_Task directions:_
Which lines below mention "rpartition"? Pick each one out.

_Dataset entries:_

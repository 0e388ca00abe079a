"""The package's layering, read from the source with :mod:`ast`.

Two rules from the project's design: no import cycles among skyplan modules, and nothing
imports from a layer above it (inputs → engine → planning → render → api → cli).  Every import is
counted, at module level or inside a function.
"""

from __future__ import annotations

import ast
import sys
from pathlib import Path

import skyplan

ROOT = Path(skyplan.__file__).parent

LAYERS = ("inputs", "names", "engine", "planning", "render", "api", "cli")
# layer of a module → the layers it must not import; "" is the shared modules at the top of
# the package (errors, notices, parallel, targetdata), which every layer may use
FORBIDDEN = {
    "": LAYERS,
    "inputs": ("engine", "planning", "render", "api", "cli"),
    "names": ("engine", "planning", "render", "api", "cli"),  # lookups are input, like a file
    "engine": ("planning", "render", "api", "cli"),
    "planning": ("render", "api", "cli"),
    "render": ("api", "cli"),
    "api": ("cli",),
}

# Known upward imports that remain, listed so that the test says exactly what is left
# (module, imported module): none today.
ALLOWED_UPWARD: set[tuple[str, str]] = set()

# Known cycles left (each a sorted tuple of the modules in it): none today.
ALLOWED_CYCLES: set[tuple[str, ...]] = set()


def module_name(path: Path) -> str:
    parts = path.relative_to(ROOT.parent).with_suffix("").parts
    return ".".join(parts[:-1] if parts[-1] == "__init__" else parts)


def imports() -> dict[str, set[str]]:
    """Each skyplan module → the skyplan modules it imports (resolved to module files)."""
    modules = {module_name(p): p for p in ROOT.rglob("*.py")}
    out: dict[str, set[str]] = {}
    for name, path in modules.items():
        package = name if path.name == "__init__.py" else name.rpartition(".")[0]
        found: set[str] = set()
        for node in ast.walk(ast.parse(path.read_text(), str(path))):
            if isinstance(node, ast.Import):
                targets = [a.name for a in node.names]
            elif isinstance(node, ast.ImportFrom):
                base = node.module or ""
                if node.level:
                    up = package.split(".")[: len(package.split(".")) - node.level + 1]
                    base = ".".join([*up, base] if base else up)
                targets = [f"{base}.{a.name}" for a in node.names]
            else:
                continue
            for t in targets:
                while t and t not in modules:  # ``from pkg import name`` → pkg
                    t = t.rpartition(".")[0]
                if t and t != name and t.startswith("skyplan"):
                    found.add(t)
        out[name] = found
    return out


def layer(module: str) -> str:
    """The layer a module belongs to; the entry point and the package's lazy public names
    (``skyplan.__main__``, ``skyplan``) are above all."""
    parts = module.split(".")
    if module in ("skyplan.__main__", "skyplan"):
        return "main"
    return parts[1] if len(parts) > 1 and parts[1] in LAYERS else ""


def upward_imports() -> set[tuple[str, str]]:
    bad = set()
    for mod, deps in imports().items():
        for dep in deps:
            if layer(dep) in FORBIDDEN.get(layer(mod), ()):
                bad.add((mod, dep))
    return bad


def cycles() -> set[tuple[str, ...]]:
    """Strongly connected components of more than one module (Tarjan 1972)."""
    graph = imports()
    index: dict[str, int] = {}
    low: dict[str, int] = {}
    stack: list[str] = []
    on: set[str] = set()
    found: set[tuple[str, ...]] = set()

    def visit(v: str) -> None:
        index[v] = low[v] = len(index)
        stack.append(v)
        on.add(v)
        for w in graph.get(v, ()):
            if w not in index:
                visit(w)
                low[v] = min(low[v], low[w])
            elif w in on:
                low[v] = min(low[v], index[w])
        if low[v] == index[v]:
            comp = []
            while True:
                w = stack.pop()
                on.discard(w)
                comp.append(w)
                if w == v:
                    break
            if len(comp) > 1:
                found.add(tuple(sorted(comp)))

    for v in sorted(graph):
        if v not in index:
            visit(v)
    return found


def test_no_import_cycles() -> None:
    assert cycles() - ALLOWED_CYCLES == set()


def test_no_upward_imports() -> None:
    assert upward_imports() - ALLOWED_UPWARD == set()


def test_the_allow_lists_hold_only_what_is_still_there() -> None:
    # a violation fixed elsewhere must leave the lists too, so they never hide a new one
    assert ALLOWED_UPWARD <= upward_imports()
    assert ALLOWED_CYCLES <= cycles()


def test_the_checker_sees_a_cycle_and_an_upward_import(tmp_path, monkeypatch) -> None:
    # the checker itself, on a made-up package: a ↔ b cycle inside a function, engine → cli
    pkg = tmp_path / "skyplan"
    for sub in ("engine", "cli"):
        (pkg / sub).mkdir(parents=True)
        (pkg / sub / "__init__.py").write_text("")
    (pkg / "__init__.py").write_text("")
    (pkg / "engine" / "a.py").write_text("def f():\n    from skyplan.engine import b\n")
    (pkg / "engine" / "b.py").write_text("from . import a\nimport skyplan.cli.app\n")
    (pkg / "cli" / "app.py").write_text("")
    monkeypatch.setattr(sys.modules[__name__], "ROOT", pkg)
    assert cycles() == {("skyplan.engine.a", "skyplan.engine.b")}
    assert upward_imports() == {("skyplan.engine.b", "skyplan.cli.app")}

_Solved exercise:_
        package = name if path.name == "__init__.py" else name.rpartition(".")[0]
                    t = t.rpartition(".")[0]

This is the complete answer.